Best shot in Access so far is:
SELECT PERSONNEL.PERSON_ID,
PERSONNEL.NAME_LAST_KEY,
PERSONNEL.NAME_FIRST_KEY,
PA_EID.ALIAS AS EID,
PA_IDTWO.ALIAS AS ID2,
PA_LIC.ALIAS AS LICENSENO
FROM ((PERSONNEL
LEFT JOIN PERSONNEL_ALIAS AS PA_EID ON PERSONNEL.PERSON_ID=PA_EID.PERSON_ID)
LEFT JOIN PERSONNEL_ALIAS AS PA_IDTWO ON PERSONNEL.PERSON_ID=PA_IDTWO.PERSON_ID)

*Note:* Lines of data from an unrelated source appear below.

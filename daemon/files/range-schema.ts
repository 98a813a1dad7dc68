// The shape of a range file field by field; what fields demand of each other is in parse-range-file.ts.
import { z } from 'zod';
import { dialectSchema } from './dialect-schema.ts';
import {
  axisName,
  choice,
  keys,
  type Limits,
  list,
  name,
  quantity,
  refuse,
  unitsPerDegree,
  wholeNumber,
} from './fields.ts';
import { linkExpectation, parseLink } from './link-address.ts';
import type { LinkAddress } from './range-file.ts';

const link = z
  .string({ error: linkExpectation })
  .transform((text, context): LinkAddress => {
    const parsed = parseLink(text);
    if (parsed.kind === 'link') return parsed.link;
    refuse(context, linkExpectation, parsed.advice);
    return z.NEVER;
  })
  .meta({ pattern: '^(tcp|serial)://', description: linkExpectation });

const travelAngle: Limits = { from: -3600, to: 3600, says: 'within ten turns' };
const antennaSize: Limits = { above: 0, to: 100, says: 'above 0 m and up to 100 m' };
const antennaGain: Limits = { from: -60, to: 60, says: 'from -60 to 60 dBi' };
const height: Limits = { above: 0, to: 1000, says: 'above 0 m and up to 1 km' };

const axis = keys({
  word: choice(['X', 'Y', 'Z', 'A', 'B', 'C', 'U', 'V', 'W']),
  unitsPerDegree: unitsPerDegree(),
  travel: keys({ min: quantity('angle', travelAngle), max: quantity('angle', travelAngle) }),
  rate: quantity('rate', { above: 0, to: 720, says: 'above 0 and up to 720 deg/s' }),
  acceleration: quantity('acceleration', { above: 0, to: 7200, says: 'above 0 and up to 7200 deg/s2' }),
  approach: keys({
    from: choice(['below', 'above']),
    by: quantity('angle', { from: 0, to: 90, says: 'from 0 to 90 deg' }),
  }),
  settle: quantity('duration', { from: 0, to: 600_000, says: 'from 0 to 10 min' }),
  tolerance: quantity('angle', { above: 0, to: 5, says: 'above 0 and up to 5 deg' }),
  homing: choice(['switch', 'none']),
  sense: sense(),
  boresight: quantity('angle', travelAngle).prefault('0 deg'),
});

const trace = keys({
  format: choice(['real64', 'real32', 'ascii']).prefault('real64'),
  byteOrder: choice(['normal', 'swapped']).prefault('normal'),
});

const reference = keys({
  name: name('the name of the reference antenna'),
  size: quantity('length', antennaSize).optional(),
  gain: keys({
    stated: choice(['ieee', 'realized']),
    uncertainty: quantity('ratio', { from: 0, to: 10, says: 'from 0 to 10 dB' }).optional(),
    table: list(
      keys({
        at: quantity('frequency', { above: 0, says: 'above 0 Hz' }),
        gain: quantity('gain', antennaGain),
      }),
      'a list of frequencies and gains such as { at: 868 MHz, gain: 2.1 dBi }',
      1,
    ),
  }),
});

/** Mean noise of the receiver without a signal, in the IF bandwidth it was read with. */
const noiseFloor = keys({
  level: quantity('power', { from: -200, to: 0, says: 'from -200 to 0 dBm' }),
  ifBandwidth: quantity('frequency', { above: 0, to: 1e8, says: 'above 0 Hz and up to 100 MHz' }),
});

export const rangeSchema = keys({
  range: name('the name of the range', 40),
  rangeLength: quantity('length', { above: 0, to: 100_000, says: 'above 0 m and up to 100 km' }),
  heights: keys({ rangeAntenna: quantity('length', height), aut: quantity('length', height) }).optional(),
  nearestWall: quantity('length', { above: 0, to: 10_000, says: 'above 0 m and up to 10 km' }).optional(),
  autOffset: quantity('length', { from: 0, to: 100, says: 'from 0 m to 100 m' }).optional(),
  cableLoss: quantity('ratio', { from: 0, to: 100, says: 'from 0 to 100 dB' }).optional(),
  cautionLimit: quantity('power density', {
    above: 0,
    to: 1000,
    says: 'above 0 and up to 1000 W/m2',
  }).optional(),
  analyzer: keys({
    link,
    dialect: dialectSchema,
    autPort: wholeNumber(1, 2),
    trace: trace.prefault({}),
    noiseFloor: noiseFloor.optional(),
  }),
  positioner: keys({
    link,
    family: choice(['realtime-status', 'position-report']),
    axes: z
      .record(axisName(), axis, { error: 'a mapping of axes by name, such as azimuth' })
      .meta({ minProperties: 1 }),
  }),
  antennas: keys({
    rangeAntenna: name('the name of the range antenna'),
    rangeAntennaSize: quantity('length', antennaSize).optional(),
    rangeAntennaGain: quantity('gain', antennaGain).optional(),
    reference: reference.optional(),
  }),
  archive: name('the path of the archive file', 1000).prefault('nightcut.sqlite'),
}).meta({ title: 'Nightcut range file' });

export type RangeText = z.output<typeof rangeSchema>;

/** Which way pattern angles count; written +1 or -1. */
function sense() {
  const expectation = '+1 or -1';
  return z
    .string({ error: expectation })
    .transform((text, context): 1 | -1 => {
      if (text === '+1' || text === '1') return 1;
      if (text === '-1') return -1;
      refuse(context, expectation);
      return z.NEVER;
    })
    .meta({ type: 'integer', enum: [1, -1] });
}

LEFT JOIN PERSONNEL_ALIAS AS PA_LIC ON PERSONNEL.PERSON_ID=PA_LIC.PERSON_ID
WHERE (((PERSONNEL.ACTIVE_IND)=1)
AND ((PERSONNEL.PHYSICIAN_IND)=1)
AND ((PA_EID.PRSNL_ALIAS_TYPE_CD)=1086)
AND ((PA_EID.ALIAS_POOL_CD)=3796547)
AND ((PA_IDTWO.PRSNL_ALIAS_TYPE_CD)=3839085)
AND ((PA_IDTWO.ACTIVE_IND)=1)
AND ((PA_LIC.PRSNL_ALIAS_TYPE_CD)=1087)
AND ((PA_LIC.ALIAS_POOL_CD)=683988)
AND ((PA_LIC.ACTIVE_IND)=1));
I think that part of the problem could be that I'm using the same alias (lookup) table for all three joins. Maybe there's a more efficient way of doing this? Still new to SQL land, so any tips as far as that goes would be great. I feel like these should be equivalent, but the Toad query gives me back many many tens of thousands of imperfect rows, and Access gives me fewer than 500. I need to find everybody so that nobody is left out. It's almost as if the LEFT JOINs aren't working at all in Access.

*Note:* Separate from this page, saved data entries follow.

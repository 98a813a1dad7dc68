// The known word that a mistyped one was probably meant to be. For messages only, never to decide.

/** Nearest of `known` by letters inserted, left out, replaced or swapped; undefined when none is near. */
export function nearestWord(written: string, known: readonly string[]): string | undefined {
  if (written.length > 60) return undefined;
  const near = known
    .map((word) => ({ word, slips: slipsBetween(written.toLowerCase(), word.toLowerCase()) }))
    .filter(({ word, slips }) => slips <= Math.max(1, Math.floor(word.length / 3)))
    .sort((a, b) => a.slips - b.slips);
  return near[0]?.word;
}

/** Edit distance with swaps of neighbours (restricted Damerau-Levenshtein). */
function slipsBetween(a: string, b: string): number {
  let beforeLast: number[] = [];
  let last = Array.from({ length: b.length + 1 }, (_, j) => j);
  for (let i = 1; i <= a.length; i += 1) {
    const row = [i];
    for (let j = 1; j <= b.length; j += 1) {
      const replaced = last[j - 1]! + (a[i - 1] === b[j - 1] ? 0 : 1);
      let least = Math.min(replaced, last[j]! + 1, row[j - 1]! + 1);
      const swapped = i > 1 && j > 1 && a[i - 1] === b[j - 2] && a[i - 2] === b[j - 1];
      if (swapped) least = Math.min(least, beforeLast[j - 2]! + 1);
      row.push(least);
    }
    beforeLast = last;
    last = row;
  }
  return last[b.length]!;
}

To understand what you are doing, let's look at simplified version of your query:
SELECT PERSONNEL.PERSON_ID,
PA_EID.ALIAS AS EID
FROM PERSONNEL
LEFT JOIN PERSONNEL_ALIAS AS PA_EID ON PERSONNEL.PERSON_ID=PA_EID.PERSON_ID
WHERE PERSONNEL.ACTIVE_IND=1
AND PERSONNEL.PHYSICIAN_IND=1
AND PA_EID.PRSNL_ALIAS_TYPE_CD=1086
AND PA_EID.ALIAS_POOL_CD=3796547
If the LEFT JOIN finds match, your row might look like this:
Person_ID EID
12345 JDB
If it doesn't find a match, (disregard the WHERE clause for a second), it could look like:
Person_ID EID
12345 NULL
When you add the WHERE clauses above, you are telling it to only find records in the PERSONNEL_ALIAS table that meet the condition, but if no records are found, then the values are considered NULL, so they will never satisfy the WHERE condition and no records will come back...

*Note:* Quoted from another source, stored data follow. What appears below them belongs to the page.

// YAML text to plain values, with the line of every value kept for messages. Scalars stay the text that
// was written (YAML's failsafe schema): a revision 1.10 must not become 1.1, and numbers are read by
// quantity.ts. Refuses what a settings file has no use for: duplicate keys, deep nesting, alias bombs.
import {
  type Document,
  isAlias,
  isMap,
  isScalar,
  isSeq,
  Lexer,
  LineCounter,
  type Node,
  parseDocument,
} from 'yaml';
import { type FilePath, type FileProblem, fileInvalid, shown } from './file-problems.ts';

/** Longest file read, in characters and bytes. */
export const largestFile = 1_000_000;
const deepest = 20;
const longestLine = 1000;
const mostAliases = 100;

export interface YamlTree {
  /** Mappings, lists and strings. */
  value: unknown;
  /** Line of the value there or, for `key` and for collections, of its key; of what encloses it when absent. */
  lineOf(path: FilePath, at?: 'key' | 'value'): number;
  /** What stands there, for `found …`. */
  found(path: FilePath): string;
}

/** Throws FILE_INVALID. `file` is only for messages. */
export function parseYaml(text: string, file: string): YamlTree {
  const unfit = text.length > largestFile ? tooLarge : unfitForParser(text);
  if (unfit) throw fileInvalid(file, [unfit]);
  const lines = new LineCounter();
  const doc = parsed(text, file, lines);
  // What is missing at the end is missing in the last line that holds anything.
  const end = Math.max(0, text.trimEnd().length - 1);
  const lineAt = (offset: number): number => Math.max(1, lines.linePos(Math.min(offset, end)).line);
  const slips = [...doc.errors, ...doc.warnings].map((slip) => ({
    line: lineAt(slip.pos[0]),
    path: [],
    text: yamlSlip(slip.code, slip.message),
  }));
  const problems = slips.length > 0 ? slips : structureProblems(doc, lineAt);
  if (problems.length > 0) throw fileInvalid(file, problems);
  if (!isMap(doc.contents)) throw fileInvalid(file, [notAMapping(doc.contents, lineAt)]);
  return {
    value: plainValue(doc, file),
    lineOf: (path, at = 'value') => lineAt(offsetOf(doc, path, at)),
    found: (path) => foundText(walk(doc, path)),
  };
}

export const tooLarge: FileProblem = { line: 1, path: [], text: 'expected at most 1 MB of text; found more' };

/**
 * What must not reach the parser, which recurses over nesting: thousands of levels end the process, not
 * merely the call. Brackets are counted by its own lexer; other nesting cannot go deeper than a line is long.
 */
function unfitForParser(text: string): FileProblem | undefined {
  const long = text.split('\n').findIndex((line) => line.length > longestLine);
  if (long >= 0) {
    const expected = `expected lines of at most ${longestLine} characters; found a longer one`;
    return { line: long + 1, path: [], text: expected };
  }
  let depth = 0;
  let line = 1;
  for (const token of new Lexer().lex(text)) {
    if (token === '[' || token === '{') depth += 1;
    else if (token === ']' || token === '}') depth -= 1;
    else if (token.includes('\n')) line += token.split('\n').length - 1;
    if (depth > deepest) return { line, path: [], text: tooDeep };
  }
  return undefined;
}

const tooDeep = `expected at most ${deepest} levels; found more`;

function parsed(text: string, file: string, lineCounter: LineCounter): Document.Parsed {
  try {
    // Duplicate keys are looked for below: the library compares every key with every other.
    return parseDocument(text, { schema: 'failsafe', lineCounter, uniqueKeys: false, prettyErrors: false });
  } catch (cause) {
    throw fileInvalid(
      file,
      [{ line: 1, path: [], text: 'expected YAML; found text that cannot be read' }],
      cause,
    );
  }
}

function plainValue(doc: Document.Parsed, file: string): unknown {
  try {
    return doc.toJS({ maxAliasCount: mostAliases });
  } catch (cause) {
    const unknown = cause instanceof Error && cause.message.startsWith('Unresolved');
    const text = unknown
      ? 'expected anchors to stand before their use; found the use of an unknown one'
      : `expected at most ${mostAliases} values through anchors; found more`;
    throw fileInvalid(file, [{ line: 1, path: [], text }], cause);
  }
}

function yamlSlip(code: string, message: string): string {
  if (code === 'TAB_AS_INDENT') return 'expected spaces at the start of the line; found a tab';
  if (code === 'MULTIPLE_DOCS') return 'expected one document; found a second one after ---';
  return `expected YAML; ${shown(message, 160)}`;
}

function notAMapping(contents: Node | null, lineAt: (offset: number) => number): FileProblem {
  const text = `expected keys with values; found ${foundText(contents)}`;
  return { line: contents?.range ? lineAt(contents.range[0]) : 1, path: [], text };
}

/** Duplicate keys and deep nesting, without recursion. */
function structureProblems(doc: Document.Parsed, lineAt: (offset: number) => number): FileProblem[] {
  const problems: FileProblem[] = [];
  const open: { node: unknown; path: FilePath }[] = [{ node: doc.contents, path: [] }];
  for (let at = open.pop(); at !== undefined; at = open.pop()) {
    const { node, path } = at;
    if (!isMap(node) && !isSeq(node)) continue;
    if (path.length >= deepest) {
      const line = node.range ? lineAt(node.range[0]) : 1;
      return [{ line, path: path.slice(0, 3), text: tooDeep }];
    }
    if (isSeq(node)) {
      for (const [i, item] of node.items.entries()) open.push({ node: item, path: [...path, i] });
      continue;
    }
    const seen = new Map<string, number>();
    for (const { key, value } of node.items) {
      const name = isScalar(key) ? String(key.value) : undefined;
      const line = isScalar(key) && key.range ? lineAt(key.range[0]) : 1;
      if (name === undefined) {
        problems.push({
          line: lineOfNode(key, lineAt),
          path,
          text: 'expected a word as key; found something else',
        });
        continue;
      }
      const first = seen.get(name);
      if (first === undefined) seen.set(name, line);
      else
        problems.push({
          line,
          path,
          text: `key \`${shown(name, 40)}\` is given twice, first in line ${first}`,
        });
      open.push({ node: value, path: [...path, name] });
    }
  }
  return problems;
}

function lineOfNode(node: unknown, lineAt: (offset: number) => number): number {
  const range = (node as Node | null)?.range;
  return range ? lineAt(range[0]) : 1;
}

interface Step {
  key?: Node;
  value: Node | null;
}

/** The nodes along a path as far as it exists; the first is the whole document. */
function steps(doc: Document.Parsed, path: FilePath): Step[] {
  const taken: Step[] = [{ value: doc.contents }];
  for (const part of path) {
    let node = taken.at(-1)?.value ?? null;
    if (isAlias(node)) node = (node.resolve(doc) as Node | undefined) ?? null;
    if (isMap(node)) {
      const pair = node.items.find(({ key }) => isScalar(key) && key.value === String(part));
      if (!pair) break;
      taken.push({ key: pair.key as Node, value: pair.value as Node | null });
    } else if (isSeq(node) && typeof part === 'number' && part < node.items.length) {
      taken.push({ value: node.items[part] as Node | null });
    } else break;
  }
  return taken;
}

function walk(doc: Document.Parsed, path: FilePath): Node | null {
  const taken = steps(doc, path);
  const node = taken.length === path.length + 1 ? (taken.at(-1)?.value ?? null) : null;
  return isAlias(node) ? ((node.resolve(doc) as Node | undefined) ?? null) : node;
}

function offsetOf(doc: Document.Parsed, path: FilePath, at: 'key' | 'value'): number {
  const { key, value } = steps(doc, path).at(-1)!;
  const written = isScalar(value) && value.source !== '';
  const node = at === 'value' && written ? value : (key ?? value);
  return node?.range?.[0] ?? 0;
}

function foundText(node: Node | null): string {
  if (isMap(node)) return node.items.length > 0 ? 'keys with values' : 'an empty mapping';
  if (isSeq(node)) return node.items.length > 0 ? 'a list' : 'an empty list';
  const text = isScalar(node) ? String(node.value ?? '') : '';
  if (text === '') return 'nothing';
  return /^[+-]?(\d+\.?\d*|\.\d+)$/.test(text) && text.length < 40 ? text : `"${shown(text, 40)}"`;
}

As Joe Stefanelli said in his comment, adding a WHERE clause to a LEFT JOIN'ed table make it act as an INNER JOIN instead...
Further to #Sparky's answer, to get the equivalent of what you're doing in Oracle, you need to filter rows from the tables on the "outer" side of the joins before you join them. One way to do this might be:
For each table on the "outer" side of a join that you need to filter rows from (that is, the three instances of PERSONNEL_ALIAS), create a query that filters the rows you want. For example, the first query (say, named PA_EID) might look something like this:SELECT PERSONNEL_ALIAS.* FROM PERSONNEL_ALIAS WHERE PERSONNEL_ALIAS.PERSONNEL_ALIAS_TYPE_CD = 1086 AND PERSONNEL_ALIAS.ALIAS_POOL_CD = 3796547
In your "best shot in Access so far" query in the original post: a) replace each instance of PERSONNEL_ALIAS with the corresponding query created in Step 1, and, b) remove the corresponding conditions (on PA_EID, PA_IDTWO, and PA_LIC) from the WHERE clause.